[Stored records]
"""``gatestep bench step``: what a tick of the model costs, beside the same step in C.

Everything is measured inside compiled loops over one prepared series of voltages, a
spike train of the squid axon, so that a call's own cost, some microseconds, hardly
counts. Rounds alternate between the contestants, and ratios are taken within a round:
a machine that slows down slows both sides.
"""

from __future__ import annotations

import json
import os
import platform
import statistics
import sys
import tempfile
import time
from collections.abc import Callable, Iterator, Mapping
from dataclasses import dataclass
from datetime import datetime
from pathlib import Path
from typing import Any

import numba
import numpy as np
from numpy.typing import NDArray

from .. import __version__
from ..compiling import compiled
from ..errors import GatestepError
from ..kernel import BANK, STATES, conductance, records, settle, step
from ..library import load_model
from ..simd import WIDTH
from ..specs import ModelSpec
from ..tables import build_tables
from .squid_c import SquidInC, build_squid_step, compiler_name

Floats = NDArray[np.float64]
Run = Callable[[], None]

TICK_MS = 0.02
CAPACITANCE_PF = 30.0
DRIVE_PA = 300.0
SIZES = ((1, 2), (2, 2), (8, 2), (32, 2), (64, 2), (64, 4))
"""Conductances and the gates of each."""
SIZES_TAKE = 5
"""The large sizes are slow: they get a fifth of the rounds."""
MOST_ROUNDS, MOST_TICKS = 10_000, 1_000_000
AGREEMENT = 1e-5
"""Largest difference between the kernel's and the C's current, as a share of the peak."""

KERNEL = "gatestep kernel"


@compiled
def record_spikes(bank: Any, table: Any, x: Any, v: Any, dt: float, c: float, i: float) -> None:
    """Let a cell of ``c`` pF, given the model and ``i`` pA, run from ``v[0]`` mV."""
    settle(bank, table, x, v[0])
    old = v[0]
    for k in range(np.uint64(1), np.uint64(v.size)):
        last = v[k - np.uint64(1)]
        injected = step(bank, table, x, old, last, dt)
        g = conductance(bank, x)
        v[k] = last + (injected + i) / g * (1.0 - np.exp(-dt * g / c))
        old = last


@compiled
def step_along(bank: Any, table: Any, x: Any, v: Any, dt: float, i_pa: Any) -> None:
    """Step a model along a series of voltages."""
    for k in range(np.uint64(1), np.uint64(v.size)):
        i_pa[k] = step(bank, table, x, v[k - np.uint64(1)], v[k], dt)


class Stepped:
    """A model to be stepped along voltages; a call does so, filling ``i_pa``.

    Parameters
    ----------
    model : ModelSpec
    v_mv : array (n,)
        Voltages in mV, one a tick.
    """

    def __init__(self, model: ModelSpec, v_mv: Floats) -> None:
        tables = build_tables(model)
        bank = records(BANK)
        bank[0] = tables.bank
        self.bank, self.table = bank[0], tables.table.copy()
        self.v_mv, self.i_pa = v_mv, np.zeros_like(v_mv)
        self.x = np.zeros(STATES)
        self.restart()

    def restart(self) -> None:
        """Put the gates at steady state for the first voltage."""
        settle(self.bank, self.table, self.x, self.v_mv[0])

    def __call__(self) -> None:
        """Step once along the voltages, from where the gates are."""
        step_along(self.bank, self.table, self.x, self.v_mv, TICK_MS, self.i_pa)


@dataclass(frozen=True)
class Spread:
    """Median and the 10th and 90th percentile over the rounds."""

    median: float
    low: float
    high: float

    @classmethod
    def over(cls, values: list[float]) -> Spread:
        """Summarise one value a round."""
        low, high = np.percentile(values, [10, 90])
        return cls(statistics.median(values), float(low), float(high))

    def __format__(self, form: str) -> str:
        return f"{self.median:{form}} [{self.low:{form}}, {self.high:{form}}]"


@dataclass(frozen=True)
class Sized:
    """What one tick of a model of this size costs."""

    conductances: int
    gates: int
    nsec: Spread


@dataclass(frozen=True)
class Line:
    """A cost linear in gates and conductances, and its largest distance from a measured one.

    ``base_nsec + gate_nsec * gates + conductance_nsec * conductances``, the gates
    counted in the blocks of four that the kernel steps; fitted to relative errors.
    ``worst`` is relative too.
    """

    base_nsec: float
    gate_nsec: float
    conductance_nsec: float
    worst: float

    @classmethod
    def through(cls, sizes: list[Sized]) -> Line:
        """Fit the medians of all sizes."""
        nsec = np.array([s.nsec.median for s in sizes])
        terms = np.array([[1.0, -(-s.gates // WIDTH) * WIDTH, s.conductances] for s in sizes])
        terms /= nsec[:, None]
        fitted, *_ = np.linalg.lstsq(terms, np.ones_like(nsec), rcond=None)
        worst = float(np.abs(terms @ fitted - 1.0).max())
        base, gate, each = (float(value) for value in fitted)
        return cls(base, gate, each, worst)

    def at(self, conductances: float, gates: float) -> float:
        """Cost in ns of a size whose gates fill their blocks."""
        return self.base_nsec + self.gate_nsec * gates + self.conductance_nsec * conductances


@dataclass(frozen=True)
class Result:
    """Everything ``bench step`` measured; costs are in nanoseconds a tick."""

    rounds: int
    size_rounds: int
    ticks: int
    squid: dict[str, Spread]
    ratios: dict[str, Spread]
    c_unavailable: str | None
    sizes: list[Sized]
    line: Line
    host: dict[str, str]


def bench_step(rounds: int, ticks: int, figure: Path | None, json_output: bool) -> int:
    """Measure the step and print what it costs; returns the exit status.

    Parameters
    ----------
    rounds : int
        Alternating rounds of the squid axon, at least 3; a fifth as many of the sizes.
    ticks : int
        Ticks that each contestant steps in a round, at least 1000.
    figure : Path or None
        PNG or SVG file to draw to.
    json_output : bool
        Print JSON instead of text.

    Raises
    ------
    GatestepError
        If a count is out of range, the figure cannot be drawn, or the C computes
        other currents than the kernel.
    """
    from .step_report import as_json, as_text, check_figure, draw

    for name, count, least, most in (
        ("--rounds", rounds, 3, MOST_ROUNDS),
        ("--ticks", ticks, 1000, MOST_TICKS),
    ):
        if not least <= count <= most:
            raise GatestepError(f"{name} {count}: give {least} to {most}")
    if figure is not None:
        check_figure(figure)
    result = measure(rounds, ticks, Progress())
    if figure is not None:
        draw(result, figure)
    if json_output:
        print(json.dumps(as_json(result, figure), ensure_ascii=False))
    else:
        print(as_text(result, figure))
    return 0


class Progress:
    """Tells on stderr how far the work is, once it has taken more than a second."""

    def __init__(self) -> None:
        self._next_s = time.monotonic() + 1.0

    def __call__(self, what: str) -> None:
        """Say what is being done, at most twice a second."""
        now = time.monotonic()
        if now >= self._next_s:
            self._next_s = now + 0.5
            print(f"bench step: {what}", file=sys.stderr, flush=True)


def measure(rounds: int, ticks: int, say: Callable[[str], None]) -> Result:
    """Run all rounds: first the squid axon, the kernel and the C in turn, then the sizes."""
    before = host()  # the load of others, not of the benchmark itself
    say("preparing tables and voltages")
    squid_model = load_model("squid-axon").spec
    squid = Stepped(squid_model, spike_train(squid_model, ticks))
    with tempfile.TemporaryDirectory(prefix="gatestep-bench-") as folder:
        builds, why_not = build_squid_step(Path(folder), squid, TICK_MS)
        _check_agreement(squid, builds)
        costs = alternate({KERNEL: squid, **builds}, rounds, ticks, say)
    ratios = {
        name: Spread.over([k / c for k, c in zip(costs[KERNEL], costs[name], strict=True)])
        for name in builds
    }
    runs = {}
    for n, each in SIZES:
        say(f"preparing {n} conductances")
        runs[n, each] = Stepped(sized_model(n, each), squid.v_mv)
    size_rounds = max(3, rounds // SIZES_TAKE)
    by_size = alternate(runs, size_rounds, ticks, say)
    sizes = [Sized(n, n * each, Spread.over(by_size[n, each])) for n, each in SIZES]
    spreads = {name: Spread.over(values) for name, values in costs.items()}
    line = Line.through(sizes)
    return Result(rounds, size_rounds, ticks, spreads, ratios, why_not, sizes, line, before)


def spike_train(model: ModelSpec, ticks: int) -> Floats:
    """Voltages in mV of a 30 pF cell that fires on the model's conductances."""
    v_mv = np.full(ticks + 1, -65.0)
    cell = Stepped(model, v_mv)
    record_spikes(cell.bank, cell.table, cell.x, v_mv, TICK_MS, CAPACITANCE_PF, DRIVE_PA)
    return v_mv


def sized_model(conductances: int, gates: int) -> ModelSpec:
    """Copies of the squid axon's Na conductance, of two gates, or of two such pairs."""
    na = load_model("na-squid").spec.conductance[0]
    pairs = (g.model_copy(update={"name": f"{g.name}{k // 2}"}) for k, g in _cycle(na.gate, gates))
    one = na.model_copy(update={"gate": tuple(pairs)})
    copies = [one.model_copy(update={"name": f"Na{k}"}) for k in range(conductances)]
    return ModelSpec(
        title=f"{conductances} copies",
        source="Hodgkin & Huxley 1952, J Physiol 117:500-544",
        temperature_c=6.3,
        conductance=tuple(copies),
    )


def _cycle(gates: tuple[Any, ...], count: int) -> Iterator[tuple[int, Any]]:
    return ((k, gates[k % len(gates)]) for k in range(count))


def alternate(
    runs: Mapping[Any, Run], rounds: int, ticks: int, say: Callable[[str], None]
) -> dict[Any, list[float]]:
    """Nanoseconds a tick, one value a round; each round begins with another contestant."""
    costs: dict[Any, list[float]] = {name: [] for name in runs}
    names = list(runs)
    for run in runs.values():
        run()
    for k in range(rounds):
        say(f"round {k + 1} of {rounds}")
        turn = k % len(names)
        for name in names[turn:] + names[:turn]:
            run = runs[name]
            start = time.perf_counter_ns()
            run()
            costs[name].append((time.perf_counter_ns() - start) / ticks)
    return costs


def _check_agreement(squid: Stepped, builds: Mapping[str, SquidInC]) -> None:
    """Refuse to compare the cost of two different results."""
    squid.restart()
    squid()
    for name, c in builds.items():
        c()
        off = float(np.abs(squid.i_pa - c.i_pa).max() / np.abs(squid.i_pa).max())
        if not off <= AGREEMENT:
            raise GatestepError(
                f"{name}: its current differs from the kernel's by {off:.2g} of the peak; "
                "their costs cannot be compared"
            )


def host() -> dict[str, str]:
    """Processor, its load, versions and date, to stand with every result."""
    return {
        "cpu": cpu_name(),
        "load": f"{os.getloadavg()[0]:.1f} on {os.cpu_count()} CPUs",
        "system": f"{platform.system()} {platform.release()} {platform.machine()}",
        "python": platform.python_version(),
        "numpy": np.__version__,
        "numba": numba.__version__,
        "compiler": compiler_name() or "none",
        "gatestep": __version__,
        "date": datetime.now().astimezone().isoformat(timespec="seconds"),
    }


def cpu_name() -> str:
    """The processor's name as the system gives it."""
    try:
        lines = Path("/proc/cpuinfo").read_text().splitlines()
    except OSError:
        lines = []
    for line in lines:
        if line.startswith(("model name", "Model")):
            return line.partition(":")[2].strip()
    return platform.processor() or platform.machine()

Task instructions - Above are records; repeat only the lines starting at the line with "for name, values" and ending at the line with "def spike_train(model: ModelSpec, ticks: int)", exactly as they appear, both included.

Solution -
    spreads = {name: Spread.over(values) for name, values in costs.items()}
    line = Line.through(sizes)
    return Result(rounds, size_rounds, ticks, spreads, ratios, why_not, sizes, line, before)


def spike_train(model: ModelSpec, ticks: int) -> Floats:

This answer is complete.